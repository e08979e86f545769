import { describe, expect, test } from 'vitest';
import {
  createStepSolver,
  isPressed,
  type Linearisation,
} from '../../../shared-core/numeric/bounded-step.ts';
import { expectClose } from '../../support/expect-close.ts';
import { columnByColumn, leastSquaresCases } from '../../support/least-squares-cases.ts';

function problem(
  matrix: readonly (readonly number[])[],
  right: readonly number[],
  lowest?: readonly number[],
  highest?: readonly number[],
): Linearisation {
  const columns = matrix[0]!.length;
  return {
    rows: matrix.length,
    columns,
    jacobian: columnByColumn(matrix),
    residuals: Float64Array.from(right),
    scale: Float64Array.from({ length: columns }, (_, j) =>
      Math.sqrt(matrix.reduce((sum, row) => sum + row[j]! ** 2, 0)),
    ),
    lowest: Float64Array.from(lowest ?? new Array<number>(columns).fill(-Infinity)),
    highest: Float64Array.from(highest ?? new Array<number>(columns).fill(Infinity)),
  };
}

const objective = (
  matrix: readonly (readonly number[])[],
  right: readonly number[],
  at: ArrayLike<number>,
): number =>
  matrix.reduce(
    (sum, row, i) => sum + (right[i]! - row.reduce((s, value, j) => s + value * at[j]!, 0)) ** 2,
    0,
  );

describe('bounded problems solved by an independent active-set method', () => {
  test.each(leastSquaresCases.boundedLinear)('case %#', (given) => {
    const step = new Float64Array(given.values.length);
    // Steps are legs towards the answer: repeated from where the last one ended, they arrive.
    const at = new Float64Array(step.length);
    for (let round = 0; round < 12; round++) {
      const residuals = given.right.map(
        (y, i) => y - given.matrix[i]!.reduce((s, value, j) => s + value * at[j]!, 0),
      );
      const here = problem(
        given.matrix,
        residuals,
        given.lowest.map((bound, j) => Math.min(0, bound - at[j]!)),
        given.highest.map((bound, j) => Math.max(0, bound - at[j]!)),
      );
      const before = objective(given.matrix, given.right, at);
      const promised = createStepSolver(here).solve(0, step)!;
      for (const [j, value] of step.entries())
        at[j] = Math.max(given.lowest[j]!, Math.min(given.highest[j]!, at[j]! + value));
      // Never uphill.
      expect(promised).toBeGreaterThan(-1e-12);
      expect(objective(given.matrix, given.right, at)).toBeLessThanOrEqual(before * (1 + 1e-12));
    }
    for (const [j, expected] of given.values.entries())
      expectClose(at[j]!, {
        expected,
        rel: 1e-8,
        abs: 1e-8,
        because: 'SciPy lsq_linear, bounded-variable least squares',
      });
    for (const [j, isHeld] of given.held.entries())
      expect(at[j] === given.lowest[j] || at[j] === given.highest[j]).toBe(isHeld);
    expectClose(objective(given.matrix, given.right, at), {
      expected: given.objective,
      rel: 1e-9,
      because: 'SciPy',
    });
  });
});

describe('damping', () => {
  const matrix = [
    [3, 1],
    [0, 2],
    [4, -1],
  ];
  const right = [1, 5, -2];

  test('solves (J^T J + damping D^2) s = J^T r', () => {
    const at = problem(matrix, right);
    for (const damping of [1e-8, 0.3, 20]) {
      const step = new Float64Array(2);
      const promised = createStepSolver(at).solve(damping, step)!;
      const half = [0, 1].map((j) => matrix.reduce((sum, row, i) => sum + row[j]! * right[i]!, 0));
      for (const j of [0, 1]) {
        let sum = damping * at.scale[j]! ** 2 * step[j]!;
        for (const row of matrix) sum += row[j]! * (row[0]! * step[0]! + row[1]! * step[1]!);
        expect(sum).toBeCloseTo(half[j]!, 12);
      }
      expect(promised).toBeCloseTo(step[0]! * half[0]! + step[1]! * half[1]!, 12);
    }
  });

  test('gives a step where the undamped equations have none', () => {
    const dependent = matrix.map(([a]) => [a!, 2 * a!]);
    const solver = createStepSolver(problem(dependent, right));
    const step = new Float64Array(2);
    expect(solver.solve(0, step)).toBeNull();
    expect(solver.solve(1e-3, step)).toBeGreaterThan(0);
    expect(solver.solve(0, step)).toBeNull();
  });
});

test('a parameter is pressed on the bound that the data pull it over, or when it has no room', () => {
  const pulled = (lowest: number, highest: number): boolean =>
    isPressed(problem([[1]], [2], [lowest], [highest]), 0);
  expect(pulled(-1, 0)).toBe(true);
  expect(pulled(0, 1)).toBe(false);
  expect(pulled(-1, 1)).toBe(false);
  expect(pulled(0, 0)).toBe(true);
});

test('residuals that are not numbers give no step', () => {
  const step = new Float64Array(1);
  expect(createStepSolver(problem([[1], [2]], [NaN, 1])).solve(0.1, step)).toBeNull();
});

EXERCISE.
Every entry in the listing above is to be repeated verbatim.

FINAL ANSWER.
repository e08979e86f545769
import { describe, expect, test } from 'vitest';
import {
  createStepSolver,
  isPressed,
  type Linearisation,
} from '../../../shared-core/numeric/bounded-step.ts';
import { expectClose } from '../../support/expect-close.ts';
import { columnByColumn, leastSquaresCases } from '../../support/least-squares-cases.ts';

function problem(
  matrix: readonly (readonly number[])[],
  right: readonly number[],
  lowest?: readonly number[],
  highest?: readonly number[],
): Linearisation {
  const columns = matrix[0]!.length;
  return {
    rows: matrix.length,
    columns,
    jacobian: columnByColumn(matrix),
    residuals: Float64Array.from(right),
    scale: Float64Array.from({ length: columns }, (_, j) =>
      Math.sqrt(matrix.reduce((sum, row) => sum + row[j]! ** 2, 0)),
    ),
    lowest: Float64Array.from(lowest ?? new Array<number>(columns).fill(-Infinity)),
    highest: Float64Array.from(highest ?? new Array<number>(columns).fill(Infinity)),
  };
}

const objective = (
  matrix: readonly (readonly number[])[],
  right: readonly number[],
  at: ArrayLike<number>,
): number =>
  matrix.reduce(
    (sum, row, i) => sum + (right[i]! - row.reduce((s, value, j) => s + value * at[j]!, 0)) ** 2,
    0,
  );

describe('bounded problems solved by an independent active-set method', () => {
  test.each(leastSquaresCases.boundedLinear)('case %#', (given) => {
    const step = new Float64Array(given.values.length);
    // Steps are legs towards the answer: repeated from where the last one ended, they arrive.
    const at = new Float64Array(step.length);
    for (let round = 0; round < 12; round++) {
      const residuals = given.right.map(
        (y, i) => y - given.matrix[i]!.reduce((s, value, j) => s + value * at[j]!, 0),
      );
      const here = problem(
        given.matrix,
        residuals,
        given.lowest.map((bound, j) => Math.min(0, bound - at[j]!)),
        given.highest.map((bound, j) => Math.max(0, bound - at[j]!)),
      );
      const before = objective(given.matrix, given.right, at);
      const promised = createStepSolver(here).solve(0, step)!;
      for (const [j, value] of step.entries())
        at[j] = Math.max(given.lowest[j]!, Math.min(given.highest[j]!, at[j]! + value));
      // Never uphill.
      expect(promised).toBeGreaterThan(-1e-12);
      expect(objective(given.matrix, given.right, at)).toBeLessThanOrEqual(before * (1 + 1e-12));
    }
    for (const [j, expected] of given.values.entries())
      expectClose(at[j]!, {
        expected,
        rel: 1e-8,
        abs: 1e-8,
        because: 'SciPy lsq_linear, bounded-variable least squares',
      });
    for (const [j, isHeld] of given.held.entries())
      expect(at[j] === given.lowest[j] || at[j] === given.highest[j]).toBe(isHeld);
    expectClose(objective(given.matrix, given.right, at), {
      expected: given.objective,
      rel: 1e-9,
      because: 'SciPy',
    });
  });
});

describe('damping', () => {
  const matrix = [
    [3, 1],
    [0, 2],
    [4, -1],
  ];
  const right = [1, 5, -2];

  test('solves (J^T J + damping D^2) s = J^T r', () => {
    const at = problem(matrix, right);
    for (const damping of [1e-8, 0.3, 20]) {
      const step = new Float64Array(2);
      const promised = createStepSolver(at).solve(damping, step)!;
      const half = [0, 1].map((j) => matrix.reduce((sum, row, i) => sum + row[j]! * right[i]!, 0));
      for (const j of [0, 1]) {
        let sum = damping * at.scale[j]! ** 2 * step[j]!;
        for (const row of matrix) sum += row[j]! * (row[0]! * step[0]! + row[1]! * step[1]!);
        expect(sum).toBeCloseTo(half[j]!, 12);
      }
      expect(promised).toBeCloseTo(step[0]! * half[0]! + step[1]! * half[1]!, 12);
    }
  });

  test('gives a step where the undamped equations have none', () => {
    const dependent = matrix.map(([a]) => [a!, 2 * a!]);
    const solver = createStepSolver(problem(dependent, right));
    const step = new Float64Array(2);
    expect(solver.solve(0, step)).toBeNull();
    expect(solver.solve(1e-3, step)).toBeGreaterThan(0);
    expect(solver.solve(0, step)).toBeNull();
  });
});

test('a parameter is pressed on the bound that the data pull it over, or when it has no room', () => {
  const pulled = (lowest: number, highest: number): boolean =>
    isPressed(problem([[1]], [2], [lowest], [highest]), 0);
  expect(pulled(-1, 0)).toBe(true);
  expect(pulled(0, 1)).toBe(false);
  expect(pulled(-1, 1)).toBe(false);
  expect(pulled(0, 0)).toBe(true);
});

test('residuals that are not numbers give no step', () => {
  const step = new Float64Array(1);
  expect(createStepSolver(problem([[1], [2]], [NaN, 1])).solve(0.1, step)).toBeNull();
});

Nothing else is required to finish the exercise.